Do you remember? That’s a principle that Jesus told His disciples: that unless a grain of wheat falls to the ground and dies, it remains alone. Some graces, of course, as Samuel Rutherford said, some graces grow best in winter. And sometimes it is only through the lean times and the difficult times, and the painful times, that God is able to mold and fashion us according to the plan that He has dictated, because He is adamant that He wants to make us like Jesus Christ. He is absolutely resolute and determined to make us like Jesus Christ, and He will stop at nothing. He will stop at nothing, to ensure that we are made like Jesus Christ.

“God moves in a mysterious way,

His wonders to perform;

He plants His footsteps in the sea,

He rides upon the storm.

“His purposes will ripen fast,

Unfolding every hour.

The bud may have a bitter taste,

But sweet will be the flower.”

And isn’t it altogether moving to remember this evening that even though you may find yourself with tears running down your cheeks…and for some of you that is a reality…you remember that beautiful, beautiful, verse in Psalm 56:8: that God keeps your tears in a bottle. That He keeps your tears in a bottle…and what that Psalm is saying, of course, is simply this: that He knows our pain, and that He knows our hurts, and that we have one who sits at the right hand of God who ever lives to intercede for us; who knows our frame, that we are dust.

And isn’t that wonderful, my friend? Isn’t that simply wonderful to know and to be assured of, and to have that promise written on the pages of Scripture? That even though you may be passing through the valley of the shadow of death in this life, even though you may be sowing in tears, you will reap a harvest in that age which is to come. You will reap a harvest when God accomplishes and fulfills His mighty plan in your life.
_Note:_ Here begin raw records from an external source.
import { type Build, canAskIn, type Section, type Step } from '@rivetside/shared';
import type { QueryClient } from '@tanstack/react-query';
import { useQuery } from '@tanstack/react-query';
import { Link, type LoaderFunctionArgs, useParams } from 'react-router-dom';
import { PageCard } from '../components/page-card';
import { ErrorPage } from '../components/pages/error-page';
import { NotFoundPage } from '../components/pages/not-found-page';
import { PlanLocator } from '../components/plan-locator';
import { CardSkeleton } from '../components/skeletons';
import { ownBuilds, sectionProgress, useSetProgress } from '../features/builds/queries';
import { StepState } from '../features/builds/step-state';
import { sectionLine } from '../features/kits/plan-fills';
import { kitKeys, sectionById } from '../features/kits/queries';
import { SectionTabs } from '../features/kits/section-tabs';
import classes from '../features/kits/kits.module.css';
import { useLiveQuestions } from '../features/questions/use-live-questions';
import { usePageTitle } from '../lib/page-title';
import { Problem, sentenceOf } from '../lib/problem';
import { useActor } from '../lib/session';

export const handle = {
  crumbs: (section: Section | null) =>
    section
      ? [{ label: section.kitName, to: `/kit/${section.kitId}` }, { label: section.name }]
      : [{ label: 'Kit', to: '/kit' }, { label: 'Section' }],
};

/** What could not be read the page itself says, and reads again. */
export const loader =
  (queryClient: QueryClient) =>
  ({ params }: LoaderFunctionArgs): Promise<Section | null> => {
    void queryClient.prefetchQuery(ownBuilds);
    return queryClient.ensureQueryData(sectionById(params['sectionId']!)).catch(() => null);
  };

const MOVED = [kitKeys.sections];

export function Component() {
  const sectionId = useParams()['sectionId']!;
  useLiveQuestions(MOVED);
  const { data: section, error, refetch } = useQuery(sectionById(sectionId));
  usePageTitle(section?.name ?? 'Section');
  if (error instanceof Problem && error.status === 404) return <NotFoundPage what="section" />;
  if (error && !section) return <ErrorPage error={error} onTryAgain={() => void refetch()} />;
  if (!section) return <CardSkeleton lines={8} />;
  return <SectionPage section={section} />;
}

function SectionPage({ section }: { readonly section: Section }) {
  const me = useActor();
  const builds = useQuery(ownBuilds).data?.items ?? [];
  const build = builds.find(({ kitId, mine }) => mine && kitId === section.kitId);
  const own = useOwnSteps(build, section.id);
  const mayAsk = me.memberships.some(({ chapterId }) => canAskIn(me, chapterId));
  return (
    <div className={classes['column']}>
      <PageCard
        title={section.kitName}
        aside={<Link to={`/kit/${section.kitId}?section=${section.id}`}>On the plan</Link>}
      >
        <div className={classes['head']}>
          <PlanLocator regions={section.regions} size={150} />
          <div className={classes['grow']}>
            <h1>{section.name}</h1>
            <p>
              {section.code} · {sectionLine(section)}
              {section.steward ? ` · kept by ${section.steward}` : ''}
            </p>
            {section.critical && <p>Critical: a fix here needs two stamps, none of them on experience.</p>}
          </div>
          <Link className="btn plain" to={`/questions?sectionId=${section.id}`}>
            Questions here
          </Link>
          {mayAsk && (
            <Link className="btn" to={`/stop?sectionId=${section.id}`}>
              Something is wrong here
            </Link>
          )}
        </div>
      </PageCard>
      <PageCard title="What there is here" aside={build && `your build, serial ${build.serial}`}>
        {own.refusal && (
          <p className={classes['refused']} role="alert">
            {own.refusal}
          </p>
        )}
        <SectionTabs
          section={section}
          mayAsk={mayAsk}
          progressOf={own.progressOf}
          serial={build?.serial}
          first="steps"
        />
      </PageCard>
    </div>
  );
}

/** How far the reader's own build has come, to be set step by step; nothing for whoever builds no such kit. */
function useOwnSteps(build: Build | undefined, sectionId: string) {
  const buildId = build?.id ?? '';
  const { data, error } = useQuery({ ...sectionProgress(buildId, sectionId), enabled: build !== undefined });
  const set = useSetProgress(buildId, sectionId);
  if (!build) return { progressOf: undefined, refusal: null };
  const states = data && new Map(data.steps.map(({ stepId, state }) => [stepId, state]));
  const progressOf = (step: Step) => (
    <StepState
      step={step}
      state={states ? (states.get(step.id) ?? 'todo') : null}
      onSet={(state) => set.mutate({ steps: [{ stepId: step.id, state }] })}
    />
  );
  const unread =
    data || !error ? null : `How far your build has come could not be read. ${sentenceOf(error)}`;
  return { progressOf, refusal: set.error ? `The step was not set. ${sentenceOf(set.error)}` : unread };
}
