import { Welcome } from '../features/welcome/welcome';
import { usePageTitle } from '../lib/page-title';

export function Component() {
  usePageTitle('');
  return <Welcome />;
}
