import { canAskIn, type Kit, type SectionSummary } from '@rivetside/shared';
import type { QueryClient } from '@tanstack/react-query';
import { useQuery } from '@tanstack/react-query';
import {
  Link,
  type LoaderFunctionArgs,
  useLocation,
  useNavigate,
  useParams,
  useSearchParams,
} from 'react-router-dom';
import { PageCard } from '../components/page-card';
import { EmptyPage } from '../components/pages/empty-page';
import { ErrorPage } from '../components/pages/error-page';
import { NotFoundPage } from '../components/pages/not-found-page';
import { CardSkeleton, LinesSkeleton } from '../components/skeletons';
import { BY_HAND, ComesIntoSight, isByHand } from '../features/kits/comes-into-sight';
import { KitPlan } from '../features/kits/kit-plan';
import { kitKeys, kitList, kitSections, sectionById } from '../features/kits/queries';
import { SectionList } from '../features/kits/section-list';
import { SectionTabs } from '../features/kits/section-tabs';
import classes from '../features/kits/kits.module.css';
import { useLiveQuestions } from '../features/questions/use-live-questions';
import { usePageTitle } from '../lib/page-title';
import { useActor } from '../lib/session';

export const handle = {
  crumbs: (kitName: string | null) =>
    kitName ? [{ label: 'Kit', to: '/kit' }, { label: kitName }] : [{ label: 'Kit' }],
};

const pick = (kits: readonly Kit[], kitId: string | undefined) =>
  kitId === undefined ? kits[0] : kits.find(({ id }) => id === kitId);

/** Gives the kit's name. What could not be read the page itself says, and reads again. */
export const loader =
  (queryClient: QueryClient) =>
  async ({ params }: LoaderFunctionArgs): Promise<string | null> => {
    if (params['kitId']) void queryClient.prefetchQuery(kitSections(params['kitId']));
    const kits = await queryClient.ensureQueryData(kitList).catch(() => null);
    return pick(kits?.items ?? [], params['kitId'])?.name ?? null;
  };

const MOVED = [kitKeys.all, kitKeys.sections];

export function Component() {
  usePageTitle('Kit');
  useLiveQuestions(MOVED);
  const asked = useParams()['kitId'];
  const { data: kits, error, refetch } = useQuery(kitList);
  if (error && !kits) return <ErrorPage error={error} onTryAgain={() => void refetch()} />;
  if (!kits) return <CardSkeleton lines={8} />;
  if (kits.items.length === 0)
    return (
      <EmptyPage title="There is no kit here yet.">
        <p>A kit steward puts in the sections, steps, parts and hole lines of a kit.</p>
      </EmptyPage>
    );
  const kit = pick(kits.items, asked);
  return kit ? <KitPage kitId={kit.id} name={kit.name} /> : <NotFoundPage what="kit" />;
}

function KitPage({ kitId, name }: { readonly kitId: string; readonly name: string }) {
  const { data, error, refetch } = useQuery(kitSections(kitId));
  if (error && !data) return <ErrorPage error={error} onTryAgain={() => void refetch()} />;
  if (!data) return <CardSkeleton lines={8} />;
  const sections = data.items;
  if (sections.length === 0)
    return (
      <EmptyPage title={`${name} has no sections yet.`}>
        <p>A kit steward puts in its sections, steps, parts and hole lines.</p>
      </EmptyPage>
    );
  return (
    <>
      <h1 className="unseen">{name}</h1>
      <KitInSections kitId={kitId} sections={sections} />
    </>
  );
}

interface KitInSectionsProps {
  readonly kitId: string;
  readonly sections: readonly SectionSummary[];
}

/** The section chosen stands in the address. */
function KitInSections({ kitId, sections }: KitInSectionsProps) {
  const [search] = useSearchParams();
  const navigate = useNavigate();
  const { state } = useLocation();
  const chosen = sections.find(({ id }) => id === search.get('section'));
  const chosenId = chosen?.id ?? null;
  const addressOf = (sectionId: string) => `/kit/${kitId}?section=${sectionId}`;
  const choose = (sectionId: string) =>
    void navigate(addressOf(sectionId), { preventScrollReset: true, state: BY_HAND });
  return (
    <div className={classes['kit']}>
      <div className={classes['plan']}>
        <KitPlan sections={sections} chosenId={chosenId} onChoose={choose} />
      </div>
      <div className={classes['list']}>
        <SectionList sections={sections} chosenId={chosenId} addressOf={addressOf} state={BY_HAND} />
      </div>
      {chosen && <ChosenSection key={chosen.id} summary={chosen} isByHand={isByHand(state)} />}
    </div>
  );
}

interface ChosenSectionProps {
  readonly summary: SectionSummary;
  readonly isByHand: boolean;
}

function ChosenSection({ summary, isByHand }: ChosenSectionProps) {
  const me = useActor();
  const { data, error, refetch } = useQuery(sectionById(summary.id));
  const mayAsk = me.memberships.some(({ chapterId }) => canAskIn(me, chapterId));
  const open = <Link to={`/sections/${summary.id}`}>Open the section</Link>;
  const isRead = data !== undefined || error !== null;
  return (
    <ComesIntoSight isWanted={isByHand && isRead} className={classes['chosen']}>
      <PageCard title={summary.name} aside={open}>
        {error && !data ? (
          <ErrorPage error={error} onTryAgain={() => void refetch()} />
        ) : !data ? (
          <LinesSkeleton />
        ) : (
          <SectionTabs section={data} mayAsk={mayAsk} />
        )}
      </PageCard>
    </ComesIntoSight>
  );
}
So I say to you, and I appeal to you tonight – and those of you especially who are burdened and heavy, and for whom the joy of laughter has gone out of your lives – lay hold on this promise. Underline it in red ink. Do whatever is necessary. Place it before your hearts and eyes and walk in the knowledge and certainty of it: that God’s word cannot be broken, and that His covenant is inviolable, and that He will finish what He has begun in your life, through the grace of our Lord and Savior, Jesus Christ.

Isn’t this a beautiful, beautiful Psalm, my friend, to those of us who may be just a little discouraged, and who may find ourselves having experienced the grace of God in the past, but now having moved into the place of tears again? You will reap, my friend, if you persevere in Jesus Christ, and you look full into His wonderful face.

May God bless this wonderful Psalm to our hearts and to our lives. Let’s pray together.

Our Father in heaven, we thank You for Your word, and we are amazed by the pastoral way in which You deal with us over and over again. Truly, You know us through and through. Bless this word now to the hearts and lives of our dear friends here, passing through such pain and turmoil; and may they see that glorious promise shining in all of its brilliance ahead of them, and in the face of Jesus Christ. And hear us, Lord, for Jesus’ sake. Amen.

Will you stand and receive the Lord’s benediction.

Now may the grace of our Savior, the Lord Jesus Christ, and the love of God our Father, and fellowship of the Holy Spirit be with you all, now and forevermore. Amen.